The process of planning procurements involves determining the project’s need for materials or services found outside of the organization and documenting those procurements determined to be required. The scope baseline, requirements documentation, and risk register are key inputs for the process. Different tools used include make-or-buy analysis, contract types, and expert judgment. Make-or-buy analysis weighs the pros and cons of making a deliverable internally or buying it externally. Factors such as cost, risk, time, and legal implications should be considered.

The type of contract that governs the procured work should also be decided upon in the planning for procurements phase. Different contracts are appropriate for different situations. For example, if a project’s scope is clearly defined, the buyer might prefer to pay the vendor a fixed price for the work performed because the requirements are known and the cost to the buyer will not increase. However, if completion of a service is time dependent or quality is very important, the contract could include an incentive clause tied to the seller’s performance. Another fixed price contract type includes automatic price adjustments based on economic conditions. Cost Reimbursable contracts are based on the cost to the seller. The buyer reimburses the seller for costs incurred, plus a fee. Time and Materials contracts are based on the seller’s time, such as an hourly charge, plus the cost of materials used.

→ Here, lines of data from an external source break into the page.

"""One arm motion after the other: timing, handover, cancelling; nothing jumps."""

from __future__ import annotations

import attrs
import numpy as np
import pytest

from ballbal_ros.errors import PlanError, PlanRefused
from ballbal_ros.motion.arm_motion import ArmState, Proposal, Wanted
from ballbal_ros.motion.arm_schedule import ArmSchedule
from ballbal_ros.motion.plan_request import BallMotion
from ballbal_ros.motion.spline import ArmPath, path_through_waypoints
from ballbal_ros.motion.stopping import Spliced, stop_path
from ballbal_ros.robot.loads import Load
from helpers.robots import compensation, shelver

LEAD_IN, ALLOWANCE = compensation().planner.lead_in, compensation().planner.allowance
STILL = np.zeros(shelver().joint_count)


def swing(stamp: float, angle: float = -1.0, during: float = 0.8, ball: BallMotion | None = None) -> Wanted:
    """Both shoulders to an angle, rad, from wherever they are, the rest as it is."""

    def path(state: ArmState) -> ArmPath:
        end = state.position.copy()
        for name in ("left_shoulder_pitch", "right_shoulder_pitch"):
            end[shelver().joint_index(name, "test")] = angle
        points = np.stack((state.position, end))
        return path_through_waypoints([0.0, during], points, [state.rate, STILL], [state.acceleration, STILL])

    return Wanted(stamp, during, path, ball)


def schedule() -> ArmSchedule:
    made = ArmSchedule(shelver(), compensation())
    for hand in ("left_hand", "right_hand"):
        made.set_load(0.0, Load(hand, 2.0, [0.0, 0.0, -0.05]))
    return made


def lean_at(proposal: Proposal, time: float) -> tuple[np.ndarray, np.ndarray]:
    """Lean and lean rate [4], ball and ball rate [4] (ball counted from where it will rest) of a proposal's plan at a
    time, s.
    """
    assert proposal.plan is not None
    row = proposal.plan.table(0.001)[round((time - proposal.lean_start) / 0.001)]
    ball = row[4:8] - np.append(proposal.plan.ball[-1], (0.0, 0.0))
    return row[0:4], ball


def test_a_motion_asked_for_ahead_gets_its_full_lead_in() -> None:
    """With time enough the arms start when asked, and the lean its lead-in before."""
    proposal = schedule().plan(swing(5.0), 1.0, STILL)
    assert proposal.arms_start == 5.0
    assert proposal.lean_start == pytest.approx(5.0 - LEAD_IN)


def test_a_motion_asked_for_late_gets_what_lead_in_is_left() -> None:
    """Where the request leaves less, the lean starts after the allowance; the arms keep their time, or start with the
    lean.
    """
    proposal = schedule().plan(swing(2.0), 1.0, STILL)
    assert (proposal.lean_start, proposal.arms_start) == (pytest.approx(1.0 + ALLOWANCE), 2.0)
    proposal = schedule().plan(swing(1.1), 1.0, STILL)
    assert proposal.lean_start == proposal.arms_start == pytest.approx(1.0 + ALLOWANCE)


def test_as_soon_as_possible_means_a_full_lead_in_from_now() -> None:
    """Stamp 0 starts the lean after the allowance and the arms a lead-in later."""
    proposal = schedule().plan(swing(0.0), 1.0, STILL)
    assert proposal.arms_start - proposal.lean_start == pytest.approx(LEAD_IN)
    assert 1.0 + ALLOWANCE <= proposal.lean_start <= 1.0 + ALLOWANCE + 0.1


def test_nothing_is_in_force_before_it_is_accepted() -> None:
    """A proposal alone changes nothing."""
    made = schedule()
    proposal = made.plan(swing(5.0), 1.0, STILL)
    assert made.busy_until(1.0) is None
    made.accept(proposal)
    assert made.busy_until(1.0) == pytest.approx(5.8)


@pytest.mark.parametrize("now", [2.9, 3.3, 4.0, 4.6, 4.9])
def test_cancelling_brings_arms_to_rest_without_a_jump(now: float) -> None:
    """Whenever a motion is cancelled, position, rate and lean go on from where they were, and the arms rest in
    stop_time.
    """
    made = schedule()
    motion = made.plan(swing(5.0), 1.0, STILL)
    made.accept(motion)
    stop = made.stop(now + 0.5)
    assert stop is not None and stop.plan is not None
    at = np.array([stop.arms_start])
    before, after = motion.path.sample(at - motion.arms_start), stop.path.sample(at - stop.arms_start)
    for a, b in zip(before[:2], after[:2], strict=True):
        assert np.abs(a - b).max() < 1e-6
    assert stop.path.duration == compensation().planner.stop_time
    assert not stop.path.sample(np.array([99.0]))[1].any()
    lean, ball = lean_at(motion, stop.lean_start)
    new_lean, new_ball = lean_at(stop, stop.lean_start)
    assert np.abs(lean - new_lean).max() < 2e-4
    assert np.abs(ball - new_ball).max() < 2e-4
    # The robot ends in balance with the ball where the first plan would have left it.
    assert np.abs(stop.plan.lean_rate[-1]).max() < 1e-3 and np.abs(stop.plan.ball[-1] + ball[:2]).max() < 1e-3


def test_nothing_to_cancel_is_no_error() -> None:
    """Without a motion, or after its end, there is nothing to stop."""
    made = schedule()
    assert made.stop(1.0) is None
    made.accept(made.plan(swing(5.0), 1.0, STILL))
    assert made.stop(6.0) is None


def test_a_second_motion_takes_over_from_the_first_under_way() -> None:
    """A motion asked for while another goes on begins where that one is: no jump in arms or lean."""
    made = schedule()
    first = made.plan(swing(5.0), 1.0, STILL)
    made.accept(first)
    second = made.plan(swing(5.4, angle=-0.3), 4.0, STILL)
    made.accept(second)
    times = np.linspace(4.0, 7.0, 3001)
    position, rate, acceleration = second.command.sample(times - second.command_start)
    assert np.abs(np.diff(rate, axis=0) / 0.001 - acceleration[1:]).max() < 0.2
    assert np.abs(np.diff(position, axis=0) / 0.001 - rate[1:]).max() < 0.02
    lean, _ = lean_at(first, second.lean_start)
    assert np.abs(lean - lean_at(second, second.lean_start)[0]).max() < 2e-4


def test_arms_that_somebody_moved_are_taken_as_measured() -> None:
    """The next motion starts at the last one's end, unless the arms are measured to be elsewhere."""
    made = schedule()
    motion = made.plan(swing(5.0), 1.0, STILL)
    made.accept(motion)
    end = motion.path.sample(np.array([9.0]))[0][0]
    assert np.array_equal(made.arms_at(9.0, end + 1e-3).position, end)
    assert np.array_equal(made.arms_at(9.0, end + 0.2).position, end + 0.2)


def test_a_motion_beyond_the_limits_is_refused_and_changes_nothing() -> None:
    """What is too fast for a joint, or moves the ball too far, is refused in one line; what was in force stays so."""
    strict = attrs.evolve(compensation(), acceptance=attrs.evolve(compensation().acceptance, ball_travel=0.001))
    made = ArmSchedule(shelver(), strict)
    made.accept(made.plan(swing(5.0), 1.0, STILL))
    with pytest.raises(PlanError, match="rad/s"):
        made.plan(swing(9.0, angle=1.0, during=0.1), 6.0, STILL)
    with pytest.raises(PlanRefused, match="would need ball travel"):
        made.plan(swing(6.0, angle=0.0), 5.9, STILL)
    assert made.busy_until(5.1) == pytest.approx(5.8)


@pytest.mark.parametrize("way", ["quasi_static", "none"])
def test_without_compensation_there_is_no_lean_plan(way: str) -> None:
    """The other kinds of compensation move the arms at the same times, and leave the lean to the loop."""
    made = ArmSchedule(shelver(), attrs.evolve(compensation(), compensation=way))
    proposal = made.plan(swing(5.0), 1.0, STILL)
    assert proposal.plan is None and proposal.arms_start == 5.0


def test_a_stop_path_keeps_within_the_joints_limits() -> None:
    """Where the way to rest would lead out of a joint's limits, it ends at the limit."""
    path = stop_path(np.array([0.9]), np.array([2.0]), np.array([0.0]), 0.8, np.array([-1.0]), np.array([1.0]))
    assert path.sample(np.array([0.8]))[0][0, 0] == pytest.approx(1.0)
    free = stop_path(np.array([0.0]), np.array([2.0]), np.array([0.0]), 0.8, np.array([-9.0]), np.array([9.0]))
    assert free.sample(np.array([0.8]))[0][0, 0] == pytest.approx(0.8)


def test_spliced_paths_change_over_at_their_time() -> None:
    """Before the time it is the first path, from it on the second."""
    first, second = ArmPath.still(np.array([1.0]), 5.0), ArmPath.still(np.array([2.0]), 1.0)
    both = Spliced(first, second, 3.0)
    assert both.sample(np.array([2.999, 3.0, 9.0]))[0][:, 0] == pytest.approx([1.0, 2.0, 2.0])
    assert both.duration == 4.0


def test_a_lean_plan_in_waiting_is_made_anew_with_the_loads_that_were_found() -> None:
    """Until ``allowance`` before the lean begins, the motion in force gets the very plan that it would have had, had
    the loads been known; its times stay. Later, or without a motion, there is none.
    """
    wise, other = schedule(), schedule()
    for hand in ("left_hand", "right_hand"):
        wise.set_load(0.5, Load(hand, 2.2, [0.0, 0.0, -0.05]))
    meant = wise.plan(swing(8.0), 1.0, STILL)
    assert other.plan_anew(1.0) is None
    other.accept(other.plan(swing(8.0), 1.0, STILL))
    for hand in ("left_hand", "right_hand"):
        other.find_load(3.0, Load(hand, 2.2, [0.0, 0.0, -0.05]), 3.0)
    anew = other.plan_anew(3.0)
    assert anew is not None and anew.plan is not None and meant.plan is not None
    assert (anew.lean_start, anew.arms_start) == (meant.lean_start, meant.arms_start)
    assert np.array_equal(anew.plan.lean, meant.plan.lean) and np.array_equal(anew.plan.torque, meant.plan.torque)
    assert other.plan_anew(anew.lean_start - 0.5 * ALLOWANCE) is None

The outputs of the planning procurements stage are statements of work, procurement documents, and source selection criteria. These documents help prospective vendors understand the project and prepare their bids accordingly. They also help the project management team record what procurements are necessary.

Northwest University opened to students on October 1, 1934. It is a regionally accredited institution awarding associate, baccalaureate, and master’s degrees.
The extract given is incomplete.